Previous studies have shown that tolerance develops to a greater degree in male compared to female rats. The midbrain periaqueductal gray (PAG), and its descending projections to the rostral ventromedial medulla (RVM), provides an essential neural circuit for the antinociceptive effects of opiates and has been implicated in the development of tolerance to morphine. We have previously reported that systemic morphine administration activates a greater proportion of PAG-RVM neurons in male versus female rats; our hypothesis is that if the PAG-RVM pathway is essential for the development of morphine tolerance, then (1) morphine activation of the PAG-RVM pathway should decline as tolerance develops, and (2) sex differences should be reflected as a greater decline in males. These hypotheses were tested using behavioral and neuroanatomical techniques to map the activation of the PAG-RVM pathway during the development of tolerance to repeated morphine administration (4.5 mg/kg; s.c.). We found that as male rats develop tolerance (D50 increased from 3.0 to 6.3 mg/kg), there was no significant decline in the overall activation of the PAG, however, there was a steady decline in the percentage of PAG-RVM output neurons activated by morphine. This reduction occurred in males only; there was no significant decline in the activity of PAG-RVM output neurons in females. These data demonstrate that the greater development of tolerance to morphine administration in male rats corresponds with a significant reduction in the activation of the PAG-RVM circuit. Our results provide additional data demonstrating a central role for the PAG in morphine tolerance.

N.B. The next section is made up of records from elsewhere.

'use client';

import { useActionState } from 'react';
import { NumberField } from '@/components/ui/field';
import { FormMessage } from '@/components/ui/form-message';
import { SubmitButton } from '@/components/ui/submit-button';
import { initialFormState } from '@/lib/action-state';
import type { BathSettings } from '@/lib/bath/settings';
import { updateBathSettingsAction } from './actions';

/** The owner's timing for bath alerts. */
export function BathSettingsForm({ settings }: { settings: BathSettings }) {
  const [state, action] = useActionState(updateBathSettingsAction, initialFormState);
  const v = (k: keyof BathSettings) => state.values?.[k] ?? String(settings[k]);
  return (
    <form action={action} className="grid gap-3 sm:grid-cols-3" noValidate>
      <FormMessage className="sm:col-span-3" tone={state.ok ? 'success' : 'error'} message={state.message} />
      <NumberField label="Escalate to the owner after" name="escalateAfterHours" unit="h" defaultValue={v('escalateAfterHours')} errors={state.fieldErrors?.escalateAfterHours} hint="Unacknowledged alerts" />
      <NumberField label="Expect a recommended addition within" name="additionGraceHours" unit="h" defaultValue={v('additionGraceHours')} errors={state.fieldErrors?.additionGraceHours} />
      <NumberField label="Call an analysis overdue after its interval plus" name="overdueGraceHours" unit="h" defaultValue={v('overdueGraceHours')} errors={state.fieldErrors?.overdueGraceHours} />
      <div className="sm:col-span-3">
        <SubmitButton pendingLabel="Saving…">Save alert settings</SubmitButton>
      </div>
    </form>
  );
}
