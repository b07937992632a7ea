import type { Metadata } from 'next';
import Link from 'next/link';
import { Badge } from '@/components/ui/badge';
import { Card } from '@/components/ui/card';
import { EmptyState } from '@/components/ui/empty-state';
import { PageHeader } from '@/components/ui/page-header';
import { StatusShape } from '@/components/ui/status-shape';
import { can, requirePageUser } from '@/lib/auth/current-user';
import { formatWhen } from '@/lib/bath/display';
import { ALERT_KIND_LABEL, ALERT_STATE_LABEL, findAlerts } from '@/lib/bath/alerts';
import { getBathSettings } from '@/lib/bath/settings';
import { AcknowledgeForm } from './ack-form';
import { BathSettingsForm } from './settings-form';

export const metadata: Metadata = { title: 'Bath alerts' };

export default async function BathAlertsPage() {
  const user = await requirePageUser('bath.read', '/baths/alerts');
  const [open, done, settings] = await Promise.all([findAlerts({ open: true }), findAlerts({ open: false, limit: 30 }), getBathSettings()]);
  const mayAck = can(user, 'alerts.ack');
  return (
    <div className="flex flex-col gap-6">
      <PageHeader
        eyebrow={<Link href="/baths" className="text-action underline">Baths</Link>}
        title="Bath alerts"
        description={`Supervisors are e-mailed when an alert is raised; one not acknowledged within ${settings.escalateAfterHours} h goes to the owner.`}
      />
      <section aria-labelledby="open-h" className="flex flex-col gap-3">
        <h2 id="open-h" className="text-lg font-semibold text-ink">Open ({open.length})</h2>
        {open.length === 0 ? <EmptyState title="No open alerts" description="Every bath alert has been acknowledged." /> : null}
        {open.map((a) => (
          <Card key={a.id} headingLevel={3} title={<span className="flex items-center gap-2"><StatusShape status="out" className="text-out" />{ALERT_KIND_LABEL[a.kind]} · {a.tank_code} {a.tank_name}{a.analyte_name ? `, ${a.analyte_name}` : ''}</span>}
            actions={a.state === 'escalated' ? <Badge tone="copper">{ALERT_STATE_LABEL.escalated}</Badge> : <Badge tone="outline">{ALERT_STATE_LABEL.open}</Badge>}
          >
            <div className="flex flex-col gap-3" data-testid="open-alert">
              <p className="text-sm text-ink">{a.message}</p>
              <p className="text-xs text-ink-muted">
                Raised {formatWhen(a.raised_at)}{a.occurrences > 1 ? ` · seen ${a.occurrences} times, last ${formatWhen(a.last_seen_at)}` : ''}
                {a.escalated_at ? ` · escalated ${formatWhen(a.escalated_at)}` : ''} ·{' '}
                <Link href={`/baths/${a.tank_id}`} className="text-action underline">tank</Link>
                {a.analyte_id ? <> · <Link href={`/baths/${a.tank_id}/analytes/${a.analyte_id}`} className="text-action underline">chart</Link></> : null}
              </p>
              {mayAck ? <AcknowledgeForm alertId={a.id} /> : <p className="text-xs text-ink-muted">A supervisor acknowledges it with the corrective action.</p>}
            </div>
          </Card>
        ))}
      </section>
      <Card title="Recently acknowledged" padding="sm">
        {done.length === 0 ? (
          <p className="text-sm text-ink-muted">None yet.</p>
        ) : (
          <ul className="flex flex-col gap-2 text-sm">
            {done.map((a) => (
              <li key={a.id}>
                <span className="font-medium">{ALERT_KIND_LABEL[a.kind]} · {a.tank_code}{a.analyte_name ? `, ${a.analyte_name}` : ''}</span>: {a.message}
                <span className="block text-ink-muted">
                  {a.acknowledged_by_name}, {a.acknowledged_at ? formatWhen(a.acknowledged_at) : ''} — {a.corrective_action}
                </span>
              </li>
            ))}
          </ul>
        )}
      </Card>
      {can(user, 'settings.manage') ? (
        <Card title="Alert timing" description="When alerts escalate, and how much grace the checks allow. Defaults: 4 h, 2 h and 1 h.">
          <BathSettingsForm settings={settings} />
        </Card>
      ) : null}
    </div>
  );
}
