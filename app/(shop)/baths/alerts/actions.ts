'use server';

import { revalidatePath } from 'next/cache';
import { formAction } from '@/lib/action';
import { acknowledgeAlert } from '@/lib/bath/alerts';
import { acknowledgeSchema } from '@/lib/bath/schemas';
import { updateBathSettings } from '@/lib/bath/settings';
import { z } from 'zod';

export const acknowledgeAlertAction = formAction('alerts.ack', acknowledgeSchema, async (input, user) => {
  await acknowledgeAlert(user, input);
  revalidatePath('/baths', 'layout');
  return { ok: true, message: 'Acknowledged.' };
});

const hoursText = z.string().trim().regex(/^\d+(\.\d+)?$/, 'Give a number of hours, e.g. 4.').transform(Number);

export const updateBathSettingsAction = formAction(
  'settings.manage',
  z.object({ escalateAfterHours: hoursText, additionGraceHours: hoursText, overdueGraceHours: hoursText }),
  async (input, user) => {
    await updateBathSettings(user, input);
    revalidatePath('/baths/alerts');
    return { ok: true, message: 'Alert settings saved.' };
  },
);
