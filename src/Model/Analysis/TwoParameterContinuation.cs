using System.Collections.Immutable;
using System.Runtime.InteropServices;
using Thermostrat.Model.Numerics;

namespace Thermostrat.Model.Analysis;

/// <summary>
/// Two-parameter continuation of fold curves (minimally augmented system, with detection of cusps
/// and Bogdanov–Takens points) and of Hopf curves (standard extended system), by the same
/// pseudo-arclength tracer as one-parameter branches. The region between the two fold curves that
/// meet at a cusp is the bistable region: see <see cref="BistableRegion"/>.
/// </summary>
public static class TwoParameterContinuation
{
    /// <summary>Traces the fold curve through a fold found on <paramref name="branch"/>, freeing <paramref name="secondParameterName"/> as well.</summary>
    public static Curve TraceFold(IParametricSystem system, Branch branch, SpecialPoint fold, string secondParameterName, CurveOptions options)
    {
        ArgumentNullException.ThrowIfNull(branch);
        ArgumentNullException.ThrowIfNull(fold);
        if (fold.Kind != SpecialPointKind.Fold)
            throw new ArgumentException($"A fold curve starts from a fold; got a {fold.Kind} point at {branch.ParameterName} = {fold.Parameter:G6}.", nameof(fold));
        int second = ParameterLookup.IndexOf(system, secondParameterName, nameof(secondParameterName));
        var p = branch.Parameters.ToArray();
        p[branch.ParameterIndex] = fold.Parameter;
        return TraceFold(system, fold.State.AsSpan(), p, branch.ParameterIndex, second, options);
    }

    /// <summary>
    /// Traces the curve of folds through the fold near (<paramref name="state"/>, <paramref name="parameters"/>)
    /// in the plane of parameters <paramref name="firstParameter"/> and <paramref name="secondParameter"/>.
    /// The start is first located exactly with the second parameter fixed.
    /// </summary>
    /// <exception cref="SteadyStateNotFoundException">No fold near the given start.</exception>
    public static Curve TraceFold(IParametricSystem system, ReadOnlySpan<double> state, ReadOnlySpan<double> parameters, int firstParameter, int secondParameter, CurveOptions options)
    {
        var (d, n) = Prepare(system, state, parameters, firstParameter, secondParameter, options);
        var u = new double[n + 2];
        state.CopyTo(u);
        u[n] = parameters[firstParameter];
        u[n + 1] = parameters[secondParameter];
        // Locate the fold exactly with the second parameter fixed.
        d.P[secondParameter] = u[n + 1];
        var jac = new double[n * n];
        var f = new double[n];
        d.P[firstParameter] = u[n];
        d.Jacobian(state, jac, f);
        var v = NullVectorGuess(jac, n);
        var square = new FoldSystem(d, [firstParameter], v);
        var head = u.AsSpan(0, n + 1);
        NewtonOutcome located = square.InitialiseBorders(head) ? ExtendedNewton.Solve(square, head, options.CorrectorTolerance, 30) : default;
        if (!located.Converged)
            throw new SteadyStateNotFoundException(
                $"No fold found near the given start ({system.GetParameterName(firstParameter)} = {parameters[firstParameter]:G6}): the fold system's residual is {located.Residual:G3} after {located.Iterations} iterations. Start from a fold located on a branch.",
                FailedResult(u, n, parameters, located));
        square.Evaluate(head, new double[n + 1], new double[(n + 1) * (n + 1)]);
        var curveSystem = new FoldSystem(d, [firstParameter, secondParameter], square.RightVector);
        curveSystem.InitialiseBorders(u);
        var tracer = new FoldCurveTracer(d, curveSystem, firstParameter, secondParameter, options);
        return tracer.TraceBoth(u, options.Direction, parameters.ToArray(), CurveKind.Fold);
    }

    /// <summary>Traces the Hopf curve through a Hopf point found on <paramref name="branch"/>, freeing <paramref name="secondParameterName"/> as well.</summary>
    public static Curve TraceHopf(IParametricSystem system, Branch branch, SpecialPoint hopf, string secondParameterName, CurveOptions options)
    {
        ArgumentNullException.ThrowIfNull(branch);
        ArgumentNullException.ThrowIfNull(hopf);
        if (hopf.Kind != SpecialPointKind.Hopf || hopf.Frequency is not double omega)
            throw new ArgumentException($"A Hopf curve starts from a Hopf point; got a {hopf.Kind} point at {branch.ParameterName} = {hopf.Parameter:G6}.", nameof(hopf));
        int second = ParameterLookup.IndexOf(system, secondParameterName, nameof(secondParameterName));
        var p = branch.Parameters.ToArray();
        p[branch.ParameterIndex] = hopf.Parameter;
        return TraceHopf(system, hopf.State.AsSpan(), omega, p, branch.ParameterIndex, second, options);
    }

    /// <summary>
    /// Traces the curve of Hopf points through the Hopf point near (<paramref name="state"/>,
    /// <paramref name="parameters"/>) with frequency near <paramref name="frequency"/>.
    /// </summary>
    /// <exception cref="SteadyStateNotFoundException">No Hopf point near the given start.</exception>
    public static Curve TraceHopf(IParametricSystem system, ReadOnlySpan<double> state, double frequency, ReadOnlySpan<double> parameters, int firstParameter, int secondParameter, CurveOptions options)
    {
        if (!(frequency > 0) || !double.IsFinite(frequency))
            throw new ArgumentOutOfRangeException(nameof(frequency), frequency, "The Hopf frequency ω must be positive and finite (radians per time unit).");
        var (d, n) = Prepare(system, state, parameters, firstParameter, secondParameter, options);
        d.P[firstParameter] = parameters[firstParameter];
        d.P[secondParameter] = parameters[secondParameter];
        var jac = new double[n * n];
        var f = new double[n];
        d.Jacobian(state, jac, f);
        var a = new double[n];
        var b = new double[n];
        var c = new double[n];
        // Square system (x, p1, ω, a, b) to locate the start with p2 fixed.
        var us = new double[3 * n + 2];
        state.CopyTo(us);
        us[n] = parameters[firstParameter];
        us[n + 1] = frequency;
        bool haveVector = EquilibriumTracer.ComplexEigenvector(jac, n, 0, frequency, a, b);
        NewtonOutcome located = default;
        if (haveVector)
        {
            HopfSystem.Normalise(a, b, us.AsSpan(n + 2, n), us.AsSpan(2 * n + 2, n), c);
            located = ExtendedNewton.Solve(new HopfSystem(d, [firstParameter], c), us, options.CorrectorTolerance, 30);
        }
        if (!located.Converged || !(us[n + 1] > 0))
            throw new SteadyStateNotFoundException(
                $"No Hopf point found near the given start ({system.GetParameterName(firstParameter)} = {parameters[firstParameter]:G6}, ω = {frequency:G6}): residual {located.Residual:G3} after {located.Iterations} iterations. Start from a Hopf point located on a branch.",
                FailedResult(us, n, parameters, located));
        var u = new double[3 * n + 3];
        us.AsSpan(0, n + 1).CopyTo(u);
        u[n + 1] = parameters[secondParameter];
        us.AsSpan(n + 1, 2 * n + 1).CopyTo(u.AsSpan(n + 2));
        var curveSystem = new HopfSystem(d, [firstParameter, secondParameter], c);
        curveSystem.OnAccepted(u);
        var tracer = new HopfCurveTracer(d, curveSystem, firstParameter, secondParameter, options, u[n + 2]);
        return tracer.TraceBoth(u, options.Direction, parameters.ToArray(), CurveKind.Hopf);
    }

    private static SteadyStateResult FailedResult(double[] u, int n, ReadOnlySpan<double> parameters, NewtonOutcome o) => new()
    {
        Converged = false,
        State = ImmutableArray.Create(u.AsSpan(0, n).ToArray()),
        Parameters = ImmutableArray.Create(parameters.ToArray()),
        Residual = o.Residual,
        Iterations = o.Iterations,
        Failure = double.IsNaN(o.Residual) ? NewtonFailure.NonFinite : NewtonFailure.IterationLimit,
    };

    private static (SystemDerivatives, int) Prepare(IParametricSystem system, ReadOnlySpan<double> state, ReadOnlySpan<double> parameters, int first, int second, CurveOptions options)
    {
        ArgumentNullException.ThrowIfNull(system);
        ArgumentNullException.ThrowIfNull(options);
        ParameterLookup.CheckIndex(system, first, "firstParameter");
        ParameterLookup.CheckIndex(system, second, "secondParameter");
        if (first == second)
            throw new ArgumentException($"The two continuation parameters must differ; both are '{system.GetParameterName(first)}'.", nameof(second));
        int n = system.Dimension;
        if (state.Length != n) throw new ArgumentException($"The state has {state.Length} entries; the system has {n} state variables.", nameof(state));
        if (parameters.Length != system.ParameterCount)
            throw new ArgumentException($"Got {parameters.Length} parameter values; the system has {system.ParameterCount} parameters.", nameof(parameters));
        options.Validate(n, parameters[first], parameters[second], system.GetParameterName(first), system.GetParameterName(second));
        return (new SystemDerivatives(system, options.Time, parameters), n);
    }

    /// <summary>A right null vector estimate of a nearly singular J by inverse iteration (or the unit vector of a zero pivot).</summary>
    internal static double[] NullVectorGuess(ReadOnlySpan<double> jac, int n)
    {
        var v = new double[n];
        for (int i = 0; i < n; i++) v[i] = 1 + 0.1 * i;
        var lu = new LuFactorization(n);
        if (!lu.Factor(jac, n))
        {
            // Exactly singular: perturb the diagonal slightly and iterate.
            var shifted = jac.ToArray();
            double scale = 1e-12 * (1 + Vec.NormInf(jac));
            for (int i = 0; i < n; i++) shifted[i * n + i] += scale;
            if (!lu.Factor(shifted, n)) return v;
        }
        for (int pass = 0; pass < 3; pass++)
        {
            lu.Solve(v);
            double norm = Vec.Norm2(v);
            if (!(norm > 0) || !double.IsFinite(norm)) break;
            Vec.Scale(v, 1 / norm);
        }
        return v;
    }
}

Female Rats are More Vulnerable to the Long-Term Consequences of Neonatal Inflammatory Injury

Jamie L. LaPrairie et al. — Tue, 23 Apr 2013 07:10:42 PDT

Premature infants are routinely exposed to invasive medical procedures during neonatal intensive care treatment that are largely performed in the absence of anesthetics or analgesics. Data collected to date suggest that exposure to early insult during this time of increased plasticity alters the development of the CNS and influences future pain responses. As previous studies examining the impact of neonatal injury on nociception have been conducted primarily in males, the potential adverse effects on females are not known. Therefore, the present studies were conducted to determine whether neonatal injury differentially impacts male and female sensory thresholds in adulthood. A short lasting inflammatory response was evoked in male and female rats on the day of birth with an injection of carrageenan (CGN; 1% or 2%) into the right hindpaw. Nociceptive thresholds were assessed using a noxious thermal stimulus at both adolescence (P40) and adulthood (P60). A more persistent inflammation was subsequently evoked in adult rats with an intraplantar injection of Complete Freund’s adjuvant (CFA). Neonatally injured females exhibited significantly greater hypoalgesia at P60, and displayed enhanced inflammatory hyperalgesia following re-injury in adulthood compared to neonatally injured males and controls. These results demonstrate that the long-term adverse effects of neonatal injury are exacerbated in females, and may contribute to the higher prevalence, severity and duration of pain syndromes noted in women compared to men.